The band is called Twin Peaks. Is the name related to that awesome David Lynch show?
Nope. Twin Peaks is named after … a Texas based sports bar and restaurant chain?
Yep. After turning in awesome performances at Coachella in April, the Chicago natives will be performing at Desert Daze in Joshua Tree on Saturday, Oct. 14.
The band’s sound is hard to describe. When I initially heard Twin Peaks, I thought the group sounded like the Rolling Stones meets Bruce Springsteen … but the band is also incorporating garage rock and psychedelic rock.
During a recent phone interview, lead vocalist and guitarist Clay Frankel explained how the band formed.
“We all grew up together and knew each other in high school, and we started a band, playing for a year or two, but none of us really took it seriously until we dropped out of college,” he says.
Twin Peaks puts on a fantastic live show and has released three great albums. However, Frankel said that he doesn’t even fully understand the band’s popularity.
“I don’t really know. I guess we are just energetic. I don’t even know what the appeal is, man,” he conceded.
Twin Peaks’ most recent album, Down in Heaven, was recorded at a friend’s house, and then mixed by John Agnello, who has worked with Dinosaur Jr., Sonic Youth and Kurt Vile.
“(Agnello) is a crazy fucking guy, but it was great,” Frankel said. “We went to New York for two weeks, and we’d wake up every day, spending about 10 hours hearing the same song over and over again and tweaking it until it sounded the way we wanted—but it was a great experience. Mixing is easier than recording. It’s a lot less fun, but it’s definitely easier. Mixing is just turning up and down instruments and putting things in different places.”
The band’s first record, Sunken, released in 2013, is Frankel’s favorite.

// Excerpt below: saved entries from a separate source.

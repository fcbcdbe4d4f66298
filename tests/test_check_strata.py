"""`check`'s test that every stratum with its own exposure has a finite
expected RR: the strata of one family are integrated together, and the
first row that fails, in the table's order, is named with the message a
one-by-one check gives.

References: the gamma moment generating function E[e^{bX}] =
(1 - b theta)^{-k}, finite only for b theta < 1 (closed form, from memory),
and the single-stratum PAF (doseattr.core.attribution.fractions.paf, the
one-by-one path the batch must agree with).
"""

from __future__ import annotations

from types import SimpleNamespace

import numpy as np
import pytest

from doseattr.analysis import check
from doseattr.core.attribution.fractions import paf
from doseattr.core.curves.base import Curve
from doseattr.core.curves.loglinear import LogLinear
from doseattr.core.exposure.base import Exposure
from doseattr.core.exposure.registry import FAMILIES
from doseattr.errors import DivergenceError, InputError

#: A log-linear curve extended without limit: over a gamma exposure its
#: expected RR is finite only where slope x scale < 1 (closed form).
CURVE = Curve(LogLinear(), np.array([0.05]), np.eye(1))


def _strata(scales):
    return [SimpleNamespace(exposure=Exposure(FAMILIES["gamma"], np.array([2.0, s])))
            for s in scales]


def _table(n):
    return SimpleNamespace(source="strata.csv", lines=tuple(range(2, 2 + n)))


@pytest.mark.parametrize("batch", [1, 3, 4096])
def test_first_failing_row_in_table_order(monkeypatch, batch):
    monkeypatch.setattr(check, "CHECK_BATCH", batch)
    scales = [5.0, 8.0, 25.0, 4.0, 30.0, 6.0]  # 0.05 x 25 and 0.05 x 30 >= 1: rows 4 and 6
    strata = _strata(scales)
    with pytest.raises(DivergenceError) as alone:  # the one-by-one path
        paf(CURVE, strata[2].exposure, minimum_risk=0.0)
    with pytest.raises(InputError) as exc:
        check._check_strata(_table(6), 0.0, CURVE, object(), strata)
    text = str(exc.value)
    assert "row 4" in text and "strata.csv" in text
    assert str(alone.value).rstrip(".") in text


@pytest.mark.parametrize("batch", [2, 4096])
def test_finite_strata_pass_and_the_shared_one_is_skipped(monkeypatch, batch):
    monkeypatch.setattr(check, "CHECK_BATCH", batch)
    strata = _strata([5.0, 8.0, 19.0, 4.0])  # slope x scale below 1 everywhere
    shared = strata[0].exposure
    check._check_strata(_table(4), 0.0, CURVE, shared, strata)
    # a shared exposure that diverges is not this check's to report
    bad = _strata([30.0])[0]
    check._check_strata(_table(5), 0.0, CURVE, bad.exposure, [*strata, bad])


def test_suspects_are_the_diverging_runs():
    strata = _strata([5.0, 25.0, 6.0])
    got = check._suspects(CURVE, 0.0, [s.exposure for s in strata])
    assert got == {0, 1, 2}  # one run of three, refused as a whole
    fine = check._suspects(CURVE, 0.0, [s.exposure for s in _strata([5.0, 6.0])])
    assert fine == set()
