"""Checking an analysis without computing it (issue 8 item 3).

Every refusal that a run makes is made by ``check_analysis`` too, and by
``run_analysis`` before its first Monte Carlo draw: the core's ``propagate``
is replaced by one that fails the test if called. The expected facts come
from outside the code under test: the counts in the lines are read from the
demo's CSV files with the standard library's csv module; the divergences are
closed forms (the lognormal has no moment generating function, so
E[exp(bX)] is infinite for every b > 0; the gamma's is finite for
b < 1/scale; Johnson, Kotz & Balakrishnan, Continuous Univariate
Distributions, from memory); the 5-SE bound is the shape's own lower limit
(alpha > -1, gamma > 0, delta > 0 for RR = 1 + alpha(1 - exp(-gamma z^delta))
to rise from 1 and stay positive, from the formula).
"""

from __future__ import annotations

import csv
import hashlib
import shutil
import tomllib
from pathlib import Path

import pytest

import doseattr.analysis.pipeline as pipeline_module
import doseattr.core.attribution.categorical as categorical_module
import doseattr.core.uncertainty.propagate as propagate_module
from doseattr.analysis.check import check_analysis
from doseattr.analysis.config import analysis_from_dict, load_analysis
from doseattr.analysis.pipeline import run_analysis
from doseattr.errors import InputError
from tests.analysis_helpers import BANDS, MEASUREMENTS

DEMO = Path(__file__).resolve().parent.parent / "data_demo"
SAT = {"model": "saturating-exponential", "alpha": 1.5, "gamma": 0.08, "delta": 1.3,
       "threshold": 2.4}


@pytest.fixture
def no_draws(monkeypatch):
    """Make any Monte Carlo propagation, and the results computed after
    the point PAF (categorical comparison, model comparisons), fail the
    test."""
    def refuse(*args, **kwargs):
        raise AssertionError("computing started before the input was refused")

    monkeypatch.setattr(propagate_module, "propagate", refuse)
    monkeypatch.setattr(categorical_module, "categorical_comparison", refuse)
    monkeypatch.setattr(pipeline_module, "curve_variants", refuse)


def _tables(tmp_path: Path) -> Path:
    (tmp_path / "bands.csv").write_text(BANDS)
    (tmp_path / "measurements.csv").write_text(MEASUREMENTS)
    return tmp_path


def _refused_alike(analysis, pattern: str) -> str:
    """check_analysis and run_analysis refuse ``analysis`` with the same
    one line, matching ``pattern``."""
    with pytest.raises(InputError, match=pattern) as checked:
        check_analysis(analysis)
    with pytest.raises(InputError) as ran:
        run_analysis(analysis)
    assert ran.value.line() == checked.value.line()
    assert "\n" not in checked.value.line()
    return checked.value.line()


def _valid_outcome() -> dict:
    """A first outcome that is valid and would be propagated (it has a
    standard error and [uncertainty] is on)."""
    return {"name": "A", "curve": {"model": "linear", "err": 0.05, "ci": [0.02, 0.08],
                                   "beyond": "extend"}}


# -- late checks, one by one ----------------------------------------------------------
def test_knots_outside_the_doses(tmp_path, no_draws):
    """Spline knots below the lowest assigned dose (the bands' doses are
    at least 0, so a knot at -5 is outside them)."""
    d = {"unit": "ug/m3",
         "curve": {"table": "bands.csv", "model": "spline", "knots": [-5.0, 15.0, 30.0]},
         "exposure": {"table": "measurements.csv", "family": "lognormal"},
         "uncertainty": {"draws": 200, "seed": 3}}
    line = _refused_alike(analysis_from_dict(d, base_dir=_tables(tmp_path)),
                          r"\[curve\] key 'knots'")
    assert "got -5 to 30" in line


def test_knots_in_a_later_outcome_stop_the_run_before_the_first(tmp_path, no_draws):
    """Before, the first outcome's Monte Carlo ran before the second
    outcome's knots were looked at."""
    d = {"unit": "ug/m3", "exposure": {"table": "measurements.csv", "family": "lognormal"},
         "uncertainty": {"draws": 200, "seed": 3},
         "outcome": [_valid_outcome(),
                     {"name": "B", "curve": {"table": "bands.csv", "model": "spline",
                                             "knots": [-5.0, 15.0, 30.0]}}]}
    _refused_alike(analysis_from_dict(d, base_dir=_tables(tmp_path)),
                   r"\[\[outcome\]\] 2 \('B'\) \[outcome.curve\] key 'knots'")


def test_stratum_columns_that_do_not_fit_the_family(tmp_path, no_draws):
    """shape and scale describe a gamma or Weibull, not the shared
    lognormal; the row and column are named."""
    (tmp_path / "strata.csv").write_text("stratum,cases,shape,scale\nnorth,40,,\n"
                                         "south,25,2.0,4.0\n")
    d = {"unit": "ug/m3", "curve": {"model": "linear", "err": 0.05, "ci": [0.02, 0.08]},
         "exposure": {"gm": 8.0, "gsd": 2.0}, "burden": {"table": "strata.csv"},
         "uncertainty": {"draws": 200, "seed": 3}}
    line = _refused_alike(analysis_from_dict(d, base_dir=tmp_path), r"row 3, column 'scale'")
    assert "strata.csv" in line


def test_stratum_mean_sd_with_an_empirical_exposure(tmp_path, no_draws):
    (tmp_path / "strata.csv").write_text("stratum,cases,mean,sd\nnorth,40,,\nsouth,25,9,4\n")
    (tmp_path / "measurements.csv").write_text(MEASUREMENTS)
    d = {"unit": "ug/m3", "curve": {"model": "linear", "err": 0.05, "ci": [0.02, 0.08]},
         "exposure": {"table": "measurements.csv", "family": "empirical"},
         "burden": {"table": "strata.csv"}, "uncertainty": {"draws": 200, "seed": 3}}
    line = _refused_alike(analysis_from_dict(d, base_dir=tmp_path), r"row 3, column 'sd'")
    assert "empirical" in line


def test_stratum_exposure_with_an_infinite_expected_rr(tmp_path, no_draws):
    """Log-linear RR extended without limit: finite over the shared gamma
    (b = ln 1.1 / 10 is below 1/scale = 0.5) but infinite over the
    stratum's own lognormal, so the stratum's row is named."""
    (tmp_path / "strata.csv").write_text("stratum,cases,gm,gsd\nnorth,40,,\nsouth,25,8,2\n")
    d = {"unit": "ug/m3",
         "curve": {"model": "log-linear", "rr": 1.1, "per": 10, "beyond": "extend"},
         "exposure": {"mean": 8.0, "sd": 4.0, "family": "gamma"},
         "burden": {"table": "strata.csv"}, "uncertainty": {"draws": 200, "seed": 3}}
    line = _refused_alike(analysis_from_dict(d, base_dir=tmp_path), r"strata.csv: row 3: ")
    assert "infinite" in line


def test_log_linear_extended_over_a_lognormal(no_draws):
    d = {"unit": "ug/m3",
         "curve": {"model": "log-linear", "rr": 1.1, "per": 10, "beyond": "extend"},
         "exposure": {"gm": 8.0, "gsd": 2.0}, "uncertainty": {"draws": 200, "seed": 3}}
    _refused_alike(analysis_from_dict(d), r"\[curve\] key 'beyond'.*infinite")


def test_shape_standard_error_past_the_bound(no_draws):
    """alpha - 5 SE = 1.5 - 5 x 0.6 = -1.5 is not above -1."""
    d = {"unit": "ug/m3", "curve": dict(SAT, alpha_se=0.6),
         "exposure": {"gm": 10.0, "gsd": 2.0}, "uncertainty": {"draws": 200, "seed": 3}}
    line = _refused_alike(analysis_from_dict(d), r"\[curve\] key 'alpha_se'")
    assert "-1.5" in line


def test_shape_standard_error_in_a_later_outcome(no_draws):
    d = {"unit": "ug/m3", "exposure": {"gm": 10.0, "gsd": 2.0},
         "uncertainty": {"draws": 200, "seed": 3},
         "outcome": [_valid_outcome(), {"name": "B", "curve": dict(SAT, gamma_se=0.02)}]}
    # gamma - 5 SE = 0.08 - 0.10 = -0.02 is not above 0
    _refused_alike(analysis_from_dict(d),
                   r"\[\[outcome\]\] 2 \('B'\) \[outcome.curve\] key 'gamma_se'")


def test_minimum_risk_where_a_later_outcome_has_no_valid_rr(no_draws):
    """RR = 1 - 0.05 x is 1 - 0.05 x 30 = -0.5 at the minimum-risk level 30
    (the formula); the second outcome is refused before the first's draws."""
    d = {"unit": "ug/m3", "exposure": {"gm": 8.0, "gsd": 2.0},
         "attribution": {"minimum_risk": 30.0}, "uncertainty": {"draws": 200, "seed": 3},
         "outcome": [_valid_outcome(),
                     {"name": "B", "curve": {"model": "linear", "err": -0.05,
                                             "max_dose": 10.0}}]}
    line = _refused_alike(analysis_from_dict(d), r"\[attribution\] key 'minimum_risk'")
    assert "reaches 0 at 20" in line


def test_band_mean_doses_need_a_fitted_exposure(tmp_path, no_draws):
    d = {"unit": "ug/m3",
         "curve": {"table": "bands.csv", "model": "log-linear", "dose": "band-mean"},
         "exposure": {"table": "measurements.csv", "family": "empirical"},
         "uncertainty": {"draws": 200, "seed": 3}}
    path = tmp_path / "analysis.toml"
    _tables(tmp_path)
    path.write_text('unit = "ug/m3"\n[curve]\ntable = "bands.csv"\nmodel = "log-linear"\n'
                    'dose = "band-mean"\n[exposure]\ntable = "measurements.csv"\n'
                    'family = "empirical"\n[uncertainty]\ndraws = 200\nseed = 3\n')
    line = _refused_alike(load_analysis(path), r"\[curve\] key 'dose'")
    assert line.split(": ")[0] == str(path)
    _refused_alike(analysis_from_dict(d, base_dir=tmp_path), r"\[curve\] key 'dose'")


# -- a valid analysis ------------------------------------------------------------------
def _data_rows(path: Path) -> list[dict]:
    with path.open(newline="") as f:
        return list(csv.DictReader(line for line in f if not line.startswith("#")))


def test_demo_has_one_line_per_section():
    lines = check_analysis(load_analysis(DEMO / "analysis.toml"))
    assert [line.split(":")[0] for line in lines] == ["curve", "exposure", "attribution",
                                                      "uncertainty", "burden"]
    meas = _data_rows(DEMO / "measurements.csv")
    non_detects = sum(r["value"].strip().startswith("<") for r in meas)
    assert f"{len(meas)} measurements" in lines[1] and f"({non_detects} non-detects)" in lines[1]
    bands = _data_rows(DEMO / "study_bands.csv")
    assert f"{len(bands)} bands" in lines[0]
    strata = _data_rows(DEMO / "districts.csv")
    own = sum(bool(r["gm"].strip()) for r in strata)
    cases = sum(float(r["cases"]) for r in strata)
    assert f"{len(strata)} strata" in lines[4] and f"{cases:g} observed cases" in lines[4]
    assert f"({own} with their own exposure)" in lines[4]
    settings = tomllib.loads((DEMO / "analysis.toml").read_text())
    u = settings["uncertainty"]
    assert f"{u['draws']} Monte Carlo draws, seed {u['seed']}" in lines[3]
    assert f"{len(settings['scenario'])} scenarios" in lines[2]
    assert f"minimum-risk level {settings['attribution']['minimum_risk']:g} ug/m3" in lines[2]


def test_outcomes_name_each_outcome(tmp_path):
    (tmp_path / "strata.csv").write_text("stratum,cases\nnorth,40\nsouth,25\n")
    d = {"unit": "ug/m3", "exposure": {"gm": 8.0, "gsd": 2.0},
         "outcome": [dict(_valid_outcome(), burden={"table": "strata.csv"}),
                     {"name": "B", "curve": {"model": "linear", "err": 0.02}}]}
    lines = check_analysis(analysis_from_dict(d, base_dir=tmp_path))
    assert [line.split(":")[0] for line in lines] == [
        "exposure", "uncertainty", "outcome 'A'", "outcome 'A'", "outcome 'A'",
        "outcome 'B'", "outcome 'B'"]
    assert "burden: 2 strata" in lines[4] and "65 observed cases" in lines[4]


def _snapshot(folder: Path) -> dict[str, str]:
    return {str(p.relative_to(folder)): hashlib.sha256(p.read_bytes()).hexdigest()
            for p in sorted(folder.rglob("*")) if p.is_file()}


def test_check_writes_nothing(tmp_path, monkeypatch, no_draws):
    inputs = tmp_path / "inputs"
    shutil.copytree(DEMO, inputs, ignore=shutil.ignore_patterns("__pycache__", "*.py"))
    before = _snapshot(inputs)
    work = tmp_path / "work"
    work.mkdir()
    monkeypatch.chdir(work)
    assert len(check_analysis(load_analysis(inputs / "analysis.toml"))) == 5
    assert list(work.iterdir()) == []
    assert _snapshot(inputs) == before
    assert sorted(p.name for p in tmp_path.iterdir()) == ["inputs", "work"]


def _cli_check():
    from doseattr import cli

    if "check" not in (cli.__doc__ or ""):
        pytest.skip("no check subcommand yet")
    return cli.main


def test_cli_check_prints_the_lines(tmp_path, monkeypatch, capsys, no_draws):
    main = _cli_check()
    monkeypatch.chdir(tmp_path)
    assert main(["check", str(DEMO / "analysis.toml")]) == 0
    out = capsys.readouterr().out.splitlines()
    assert out == check_analysis(load_analysis(DEMO / "analysis.toml"))
    assert list(tmp_path.iterdir()) == []


def test_cli_check_refuses_with_one_line(tmp_path, monkeypatch, capsys, no_draws):
    main = _cli_check()
    _tables(tmp_path)
    path = tmp_path / "analysis.toml"
    path.write_text('unit = "ug/m3"\n[curve]\ntable = "bands.csv"\nmodel = "spline"\n'
                    'knots = [-5.0, 15.0, 30.0]\n[exposure]\ntable = "measurements.csv"\n'
                    'family = "lognormal"\n[uncertainty]\ndraws = 200\n')
    monkeypatch.chdir(tmp_path)
    before = _snapshot(tmp_path)
    assert main(["check", str(path)]) == 2
    err = capsys.readouterr().err.strip().splitlines()
    assert len(err) == 1 and "analysis.toml" in err[0] and "[curve] key 'knots'" in err[0]
    assert _snapshot(tmp_path) == before


def test_quadrature_failure_at_the_point_fit_names_the_exposure_section(monkeypatch) -> None:
    """The engine's probability check (a ConvergenceError, raised when the
    fixed rule cannot resolve a distribution) is reported as one line at
    ``[exposure]`` of the analysis file, not as an error naming nothing."""
    import doseattr.core.attribution.fractions as fractions_module
    from doseattr.errors import ConvergenceError

    def unresolved(*args, **kwargs):
        raise ConvergenceError("quadrature recovered the lognormal distribution's probability "
                               "only to 1.0e-03")

    monkeypatch.setattr(fractions_module, "paf", unresolved)
    with pytest.raises(InputError) as err:
        check_analysis(load_analysis(DEMO / "analysis.toml"))
    assert err.value.location == "[exposure]"
    assert err.value.source is not None and err.value.source.endswith("analysis.toml")
    assert "\n" not in err.value.line()


def test_outcomes_share_one_exposure_fit(tmp_path, monkeypatch):
    """Two [[outcome]] blocks over the same [exposure]: the exposure is
    fitted once and both outcomes use that one fit (before, each outcome
    refitted it)."""
    import doseattr.analysis.check as check_module

    calls = []
    real = check_module.build_exposure

    def counted(analysis):
        calls.append(1)
        return real(analysis)

    monkeypatch.setattr(check_module, "build_exposure", counted)
    d = {"unit": "ug/m3", "exposure": {"table": "measurements.csv", "family": "lognormal"},
         "outcome": [_valid_outcome(), dict(_valid_outcome(), name="B")]}
    done = check_module.prepare_all(analysis_from_dict(d, base_dir=_tables(tmp_path)))
    assert len(calls) == 1
    first, second = (p.built_exposure for _, p in done.outcomes)
    assert first is second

“The first one, that’s the best one we’ve done yet, in my opinion. It’s just the carelessness of it,” he said. “We made that when we were in high school, and it was just something we wanted to record, share with our friends, and sell a little bit before we went to college, just to make some money. It was the most unintentional record. After that, you know, you’re making a record for certain reasons.”
Twin Peaks has played at many of the bigger American festivals. Frankel said that while these fests are fun, there is a downside.
“The good side to playing a festival is the hour or so that you’re onstage—and the bad side is definitely everything else,” he said. “The port-o-potty, the intense heat, being drunk in the middle of the day; maybe it’s raining, and maybe there’s shit all over the ground.”
During the band’s Coachella appearances, Twin Peaks played in the new Sonora Tent, which provided a lot of relief to attendees: It was air conditioned and had couches on which to sit.
“That tent was air conditioned?” Frankel asked when I brought it up. “I don’t know, because it must not have been working very well when we played. But it was fun.
“Another thing about festivals is they give you 15 minutes or something like that to set up all your shit, so it’s kind of hard to dial in a good sound before you start playing.”
Frankel said he is personally looking forward one part of Desert Daze.
“I would like to see Iggy Pop. That’s one of my heroes. Raw Power? Now that’s a great record. A year ago, I was listening to Fun House every day like it was my breakfast.”
Desert Daze will take place Thursday, Oct. 12, through Sunday, Oct. 15 at the Institute of Mentalphysics, 59700 Twentynine Palms Highway, in Joshua Tree. Weekend passes are $229 to $450. For tickets or more information, visit desertdaze.org.